Feature Proposal: Multi-String Replacement Using a Dictionary in the .replace() Method

This is closely related to string improvements myself and @Nineteendo were working on.

I don’t think doing a naive:

s.replace(...).replace(...)

is the best way to go. Instead, efficient version (which allows swapping) is possible and is a natural consequence of: tuple find

Ideally, this will be easy and natural to implement after:
a) gh-119702: New dynamic algorithm selection for string search (+ `rfind` alignment) by dg-pb · Pull Request #120025 · python/cpython · GitHub
b) Add tuple support to more str functions - #136 by dg-pb
c) String API changes

After these, implementing multi-pattern replace, split and similar will be straight forward.

I think it would be good to keep API consistent. And currently it seems that string methods tend to use tuple arguments. Such as str.endswith and upcomming str.find.

And I think it would work well, as:

  1. tuple are much less complex objects than dict and there is no real need for dict
  2. It would provide extra convenience replacing many substrings with a single one (see below)

Keeping old and new for this would look like:

string = 'a_b_c'
string.replace(('a', 'b'), ('z', 'z'))    # 'z_z_c'
string.replace(('a', 'b'), 'z')           # 'z_z_c'
string.replace(('a', 'b'), ('b', 'a'))    # 'b_a_c'

If someone prefers dictionary, then one can simply do:

d = {'a': 'b', 'b': 'a'}
string.replace(tuple(d.keys()), tuple(d.values()))

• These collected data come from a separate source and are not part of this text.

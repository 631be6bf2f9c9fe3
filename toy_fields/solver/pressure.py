"""The projection that makes a velocity free of divergence: spectral in x and y, tridiagonal in z.

The Poisson operator is the product of the solver's own divergence and gradient, so what remains is round-off.
"""

from __future__ import annotations

import numba
import numpy as np

from toy_fields.solver.grid import Grid


@numba.njit(cache=True, parallel=True)
def _project(
    u: np.ndarray, v: np.ndarray, w: np.ndarray, potential: np.ndarray,
    ikx: np.ndarray, iky: np.ndarray, inverse_pivot: np.ndarray, upper: np.ndarray, dz: float,
) -> None:
    """One Thomas sweep per row of modes; the loops over kx run innermost, where memory is contiguous."""
    nz, nky, nkx = u.shape
    off = 1.0 / (dz * dz)
    for j in numba.prange(nky):
        for k in range(nz):
            for i in range(nkx):
                divergence = ikx[i] * u[k, j, i] + iky[j] * v[k, j, i] + (w[k + 1, j, i] - w[k, j, i]) / dz
                below = potential[k - 1, j, i] if k > 0 else 0.0j
                potential[k, j, i] = (divergence - off * below) * inverse_pivot[k, j, i]
        for k in range(nz - 2, -1, -1):
            for i in range(nkx):
                potential[k, j, i] -= upper[k, j, i] * potential[k + 1, j, i]
        for k in range(nz):
            for i in range(nkx):
                u[k, j, i] -= ikx[i] * potential[k, j, i]
                v[k, j, i] -= iky[j] * potential[k, j, i]
        for k in range(1, nz):
            for i in range(nkx):
                w[k, j, i] -= (potential[k, j, i] - potential[k - 1, j, i]) / dz


class PressureSolver:
    """Removes the divergence of (u, v, w) modes in place; `potential` then holds the pressure times the time step."""

    def __init__(self, grid: Grid) -> None:
        self.grid = grid
        self.potential = np.zeros((grid.nz, *grid.modes_shape), dtype=np.complex128)
        self._ikx = 1j * grid.kx[0]
        self._iky = 1j * grid.ky[:, 0]
        squared = grid.kx**2 + grid.ky**2
        off = 1.0 / grid.dz**2
        pivot_inverse = np.empty((grid.nz, *grid.modes_shape))
        upper = np.zeros_like(pivot_inverse)
        for k in range(grid.nz):
            diagonal = -squared - off * ((k > 0) + (k < grid.nz - 1))
            pivot = diagonal - (off * upper[k - 1] if k > 0 else 0.0)
            # The horizontal mean has no pressure to solve for: its vertical velocity is zero by continuity.
            pivot[0, 0] = 1.0
            pivot_inverse[k] = 1.0 / pivot
            pivot_inverse[k, 0, 0] = 0.0
            upper[k] = off * pivot_inverse[k]
        self._pivot_inverse = pivot_inverse
        self._upper = upper

    def project(self, u: np.ndarray, v: np.ndarray, w: np.ndarray) -> None:
        """In place: u, v (nz, ky, kx) and w (nz + 1, ky, kx) lose their divergence; w at both lids and its mean are 0."""
        w[0] = 0.0
        w[-1] = 0.0
        w[:, 0, 0] = 0.0
        _project(u, v, w, self.potential, self._ikx, self._iky, self._pivot_inverse, self._upper, self.grid.dz)

    def divergence(self, u: np.ndarray, v: np.ndarray, w: np.ndarray) -> np.ndarray:
        """Modes of the divergence [s-1], (nz, ky, kx)."""
        return self._ikx * u + self._iky[:, None] * v + (w[1:] - w[:-1]) / self.grid.dz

Or even implement it in C if that is highly desirable.

The whole work has been stuck on gh-119702: New dynamic algorithm selection for string search (+ `rfind` alignment) by dg-pb · Pull Request #120025 · python/cpython · GitHub for quite a while now. So if someone would like to help move things forward here, next step is coredev review.

Utilizing Python version 3.12.7

a = “hello”
a = a.replace({“l”: “X”, “h”: “X”})

line 2, in
a = a.replace({“l”: “X”, “h”: “X”})
TypeError: replace expected at least 2 arguments, got 1

This thread is about a proposal for a new feature. It doesn’t exist yet, and if it does it may take a different form from what was proposed.